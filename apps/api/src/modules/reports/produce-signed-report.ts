import { createHash } from 'node:crypto';
import type { EntityManager } from 'typeorm';
import { ReportData } from './pdf/report-data';
import { renderReportPdf } from './pdf/render-report-pdf';
import { signPdf } from './signing/sign-pdf';
import { credentialForSigning } from './signing/signing-credentials';

export interface SignedReport {
  pdf: Buffer;
  sha256: string;
  signingCredentialId: string;
}

/** Renders the report and signs it with the lab's credential; the hash is of the signed bytes. */
export async function produceSignedReport(manager: EntityManager, lab: { id: string; name: string }, data: ReportData): Promise<SignedReport> {
  const [row]: Array<{ logo: Buffer | null }> = await manager.query('SELECT logo FROM lab WHERE id = $1', [lab.id]);
  const unsigned = await renderReportPdf(data, { logo: row?.logo ?? null });
  const credential = await credentialForSigning(manager, lab);
  const pdf = await signPdf(unsigned, credential.p12, credential.passphrase, {
    // The number in the signature's reason is readable in the file without decompressing anything,
    // which lets the public page say which report an altered upload claims to be.
    reason: `Test report ${data.reportNumber}`,
    signerName: data.lab.name,
    location: data.lab.siteOfTesting ?? data.lab.address.join(', '),
    contactInfo: data.lab.contactEmail ?? '',
    signingTime: new Date(data.issuedAt),
  });
  return { pdf, sha256: createHash('sha256').update(pdf).digest('hex'), signingCredentialId: credential.id };
}
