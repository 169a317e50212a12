import type { EntityManager } from 'typeorm';
import type { Replicate as ReplicateView } from '@ohmprint/contracts';

interface ReplicateRow {
  id: string;
  replicate_number: number;
  file_name: string;
  instrument_id: string;
  instrument_name: string;
  cell_id: string;
  cell_name: string;
  cell_constant_per_cm: number;
  cell_constant_source: ReplicateView['cellConstantSource'];
  calibration_id: string | null;
  temperature_c: number;
  temperature_source: ReplicateView['temperatureSource'];
  declared: ReplicateView['declared'];
  point_count: number;
  f_min: number;
  f_max: number;
  kramers_kronig: ReplicateView['kramersKronig'];
  excluded: boolean;
  exclusion_reason: string | null;
  via: ReplicateView['via'];
  uploaded_by_id: string | null;
  uploaded_by_name: string | null;
  uploaded_at: Date;
}

/** The sample's replicates as the portal lists them (no spectra: those come one at a time). */
export async function replicateViews(manager: EntityManager, labId: string, sampleId: string, ids?: string[]): Promise<ReplicateView[]> {
  const rows: ReplicateRow[] = await manager.query(
    `SELECT r.id, r.replicate_number, r.file_name, i.id AS instrument_id, i.name AS instrument_name,
            c.id AS cell_id, c.name AS cell_name, r.cell_constant_per_cm, r.cell_constant_source, r.calibration_id,
            r.temperature_c, r.temperature_source, r.declared, cardinality(r.frequency_hz) AS point_count,
            r.frequency_hz[1] AS f_min, r.frequency_hz[cardinality(r.frequency_hz)] AS f_max,
            r.kramers_kronig, r.excluded, r.exclusion_reason, r.via,
            u.id AS uploaded_by_id, u.display_name AS uploaded_by_name, r.uploaded_at
     FROM replicate r
     JOIN instrument i ON i.id = r.instrument_id
     JOIN measurement_cell c ON c.id = r.cell_id
     LEFT JOIN app_user u ON u.id = r.uploaded_by_user_id
     WHERE r.lab_id = $1 AND r.sample_id = $2 ${ids ? 'AND r.id = ANY($3::uuid[])' : ''}
     ORDER BY r.replicate_number`,
    ids ? [labId, sampleId, ids] : [labId, sampleId],
  );
  return rows.map((r) => ({
    id: r.id,
    replicateNumber: r.replicate_number,
    fileName: r.file_name,
    instrument: { id: r.instrument_id, name: r.instrument_name },
    cell: { id: r.cell_id, name: r.cell_name },
    cellConstantPerCm: r.cell_constant_per_cm,
    cellConstantSource: r.cell_constant_source,
    calibrationId: r.calibration_id,
    temperatureC: r.temperature_c,
    temperatureSource: r.temperature_source,
    declared: r.declared,
    pointCount: r.point_count,
    minFrequencyHz: r.f_min,
    maxFrequencyHz: r.f_max,
    kramersKronig: r.kramers_kronig,
    excluded: r.excluded,
    exclusionReason: r.exclusion_reason,
    via: r.via,
    uploadedBy: r.uploaded_by_id ? { id: r.uploaded_by_id, displayName: r.uploaded_by_name ?? '' } : null,
    uploadedAt: r.uploaded_at.toISOString(),
  }));
}
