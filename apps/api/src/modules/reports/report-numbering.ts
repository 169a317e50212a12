import type { EntityManager } from 'typeorm';
import { reportNumberConnection } from './report-number-connections';

/** A lab's report prefix: up to three letters of its name, e.g. "Calder Analytical" → CAL. */
export function prefixCandidate(labName: string): string {
  const letters = labName
    .normalize('NFD')
    .replace(/[^A-Za-z]/g, '')
    .toUpperCase();
  return (letters + 'XX').slice(0, Math.max(2, Math.min(3, letters.length)));
}

/**
 * The lab's prefix, allocated on first use and then fixed (renaming the lab does not renumber its
 * reports). Prefixes are unique across labs, so a digit is appended when the letters are taken.
 */
export async function reportPrefix(manager: EntityManager, labId: string, labName: string): Promise<string> {
  const base = prefixCandidate(labName);
  for (let attempt = 0; attempt < 1000; attempt++) {
    const existing: Array<{ prefix: string }> = await manager.query('SELECT prefix FROM report_numbering WHERE lab_id = $1', [labId]);
    if (existing.length) return existing[0].prefix;
    const candidate = attempt === 0 ? base : `${base}${attempt + 1}`;
    await manager.query('INSERT INTO report_numbering (lab_id, prefix) VALUES ($1, $2) ON CONFLICT DO NOTHING', [labId, candidate]);
  }
  throw new Error(`No free report prefix for lab ${labId} starting ${base}.`);
}

/**
 * The next report number for the lab in the year of issue, like CAL-2026-000123. The counter row
 * stays locked until the issuing transaction ends, so a rolled-back issuance leaves no gap and
 * concurrent issuances queue instead of colliding.
 */
export async function nextReportNumber(manager: EntityManager, lab: { id: string; name: string }, issuedAt: Date): Promise<string> {
  const prefix = await reportPrefix(manager, lab.id, lab.name);
  const year = issuedAt.getUTCFullYear();
  const rows: Array<{ last_value: number }> = await manager.query(
    `INSERT INTO report_number_sequence (lab_id, year, last_value) VALUES ($1, $2, 1)
     ON CONFLICT (lab_id, year) DO UPDATE SET last_value = report_number_sequence.last_value + 1
     RETURNING last_value`,
    [lab.id, year],
  );
  return `${prefix}-${year}-${String(rows[0].last_value).padStart(6, '0')}`;
}

/** The number of revision `revision` of a report first issued as `baseNumber`. */
export function revisionNumber(baseNumber: string, revision: number): string {
  return revision === 0 ? baseNumber : `${baseNumber}-R${revision}`;
}

export interface ReportNumberClaim {
  labId: string;
  year: number;
  value: number;
  number: string;
}

/**
 * A connection of its own (not from the pool the caller's transaction holds one of; see
 * `reportNumberConnection`), so the claim commits at once and a burst of issuances can never wait
 * on the pool it is holding.
 */
async function withOwnConnection<T>(work: (manager: EntityManager) => Promise<T>): Promise<T> {
  const client = await reportNumberConnection();
  const manager = { query: async (sql: string, params?: unknown[]) => (await client.query(sql, params)).rows } as unknown as EntityManager;
  let broken: Error | undefined;
  try {
    await client.query('BEGIN');
    const result = await work(manager);
    await client.query('COMMIT');
    return result;
  } catch (err) {
    await client.query('ROLLBACK').catch((e: Error) => (broken = e));
    throw err;
  } finally {
    // a connection that could not even roll back is closed rather than handed to the next claim
    client.release(broken);
  }
}

/**
 * Takes the lab's next report number and holds it for the caller's issuing transaction.
 *
 * The number must be printed in the signed PDF, so it is known before rendering; but the lab's
 * counter row must not stay locked while a report renders and signs (every other approval of the
 * lab would queue behind it). So the number is claimed in a short transaction of its own, naming
 * the database session of the caller's transaction as its holder: first the lowest `held` claim
 * whose holder's transaction is over (it rolled back, or its process died), else the counter
 * moves on by one. The caller's transaction then locks the claim (FOR UPDATE) for as long as it
 * lives and marks it `issued` with the report row (`markClaimIssued`), both committing together.
 * A claim still locked, or whose holder's transaction is still the one that claimed it, is never
 * handed on. Numbers are unique (the claim's key and the report's unique number) and without
 * gaps (an abandoned number is the next one issued), though after a failure a number may be
 * issued a little after larger ones.
 */
export async function claimReportNumber(manager: EntityManager, lab: { id: string; name: string }, issuedAt: Date): Promise<ReportNumberClaim> {
  const year = issuedAt.getUTCFullYear();
  const [{ pid: holder }]: Array<{ pid: number }> = await manager.query('SELECT pg_backend_pid() AS pid');
  const { prefix, value } = await withOwnConnection(async (own) => {
    const prefix = await reportPrefix(own, lab.id, lab.name);
    // Abandoned: unlocked (SKIP LOCKED) and its holder session gone, idle, or in a later transaction.
    const abandoned: Array<{ value: number }> = await own.query(
      `SELECT c.value FROM report_number_claim c
        WHERE c.lab_id = $1 AND c.year = $2 AND c.state = 'held'
          AND NOT EXISTS (SELECT 1 FROM pg_stat_activity a WHERE a.pid = c.holder_pid AND a.xact_start <= c.held_at)
        ORDER BY c.value LIMIT 1 FOR UPDATE SKIP LOCKED`,
      [lab.id, year],
    );
    // The row is locked now, so nobody can change it; but the holder test above may have read
    // session activity cached before the row's last takeover committed (PostgreSQL re-checks a
    // row updated under it with the statistics snapshot it already took). Look again, fresh,
    // and leave a claim whose holder is still at work to that holder.
    if (abandoned.length) {
      await own.query('SELECT pg_stat_clear_snapshot()');
      const stillAbandoned: unknown[] = await own.query(
        `SELECT 1 FROM report_number_claim c
          WHERE c.lab_id = $1 AND c.year = $2 AND c.value = $3 AND c.state = 'held'
            AND NOT EXISTS (SELECT 1 FROM pg_stat_activity a WHERE a.pid = c.holder_pid AND a.xact_start <= c.held_at)`,
        [lab.id, year, abandoned[0].value],
      );
      if (!stillAbandoned.length) abandoned.length = 0;
    }
    if (abandoned.length) {
      await own.query(`UPDATE report_number_claim SET held_at = now(), holder_pid = $4 WHERE lab_id = $1 AND year = $2 AND value = $3`, [lab.id, year, abandoned[0].value, holder]);
      return { prefix, value: abandoned[0].value };
    }
    const rows: Array<{ last_value: number }> = await own.query(
      `INSERT INTO report_number_sequence (lab_id, year, last_value) VALUES ($1, $2, 1)
       ON CONFLICT (lab_id, year) DO UPDATE SET last_value = report_number_sequence.last_value + 1
       RETURNING last_value`,
      [lab.id, year],
    );
    await own.query(`INSERT INTO report_number_claim (lab_id, year, value, state, holder_pid) VALUES ($1, $2, $3, 'held', $4)`, [lab.id, year, rows[0].last_value, holder]);
    return { prefix, value: rows[0].last_value };
  });
  const locked: unknown[] = await manager.query(`SELECT 1 FROM report_number_claim WHERE lab_id = $1 AND year = $2 AND value = $3 AND state = 'held' AND holder_pid = $4 FOR UPDATE`, [lab.id, year, value, holder]);
  if (!locked.length) throw new Error(`Report number claim ${lab.id}/${year}/${value} was taken over before it could be locked.`);
  return { labId: lab.id, year, value, number: `${prefix}-${year}-${String(value).padStart(6, '0')}` };
}

/** Marks the claim issued in the caller's transaction, with the report row that carries it. */
export async function markClaimIssued(manager: EntityManager, claim: ReportNumberClaim, reportId: string): Promise<void> {
  await manager.query(`UPDATE report_number_claim SET state = 'issued', report_id = $4 WHERE lab_id = $1 AND year = $2 AND value = $3 AND state = 'held'`, [claim.labId, claim.year, claim.value, reportId]);
}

____________

What you are asked to do
Only the lines that contain the string "Promise" should be copied from the entries above.

Answer to the problem
export async function produceSignedReport(manager: EntityManager, lab: { id: string; name: string }, data: ReportData): Promise<SignedReport> {
export async function replicateViews(manager: EntityManager, labId: string, sampleId: string, ids?: string[]): Promise<ReplicateView[]> {
export async function reportPrefix(manager: EntityManager, labId: string, labName: string): Promise<string> {
export async function nextReportNumber(manager: EntityManager, lab: { id: string; name: string }, issuedAt: Date): Promise<string> {
async function withOwnConnection<T>(work: (manager: EntityManager) => Promise<T>): Promise<T> {
export async function claimReportNumber(manager: EntityManager, lab: { id: string; name: string }, issuedAt: Date): Promise<ReportNumberClaim> {
export async function markClaimIssued(manager: EntityManager, claim: ReportNumberClaim, reportId: string): Promise<void> {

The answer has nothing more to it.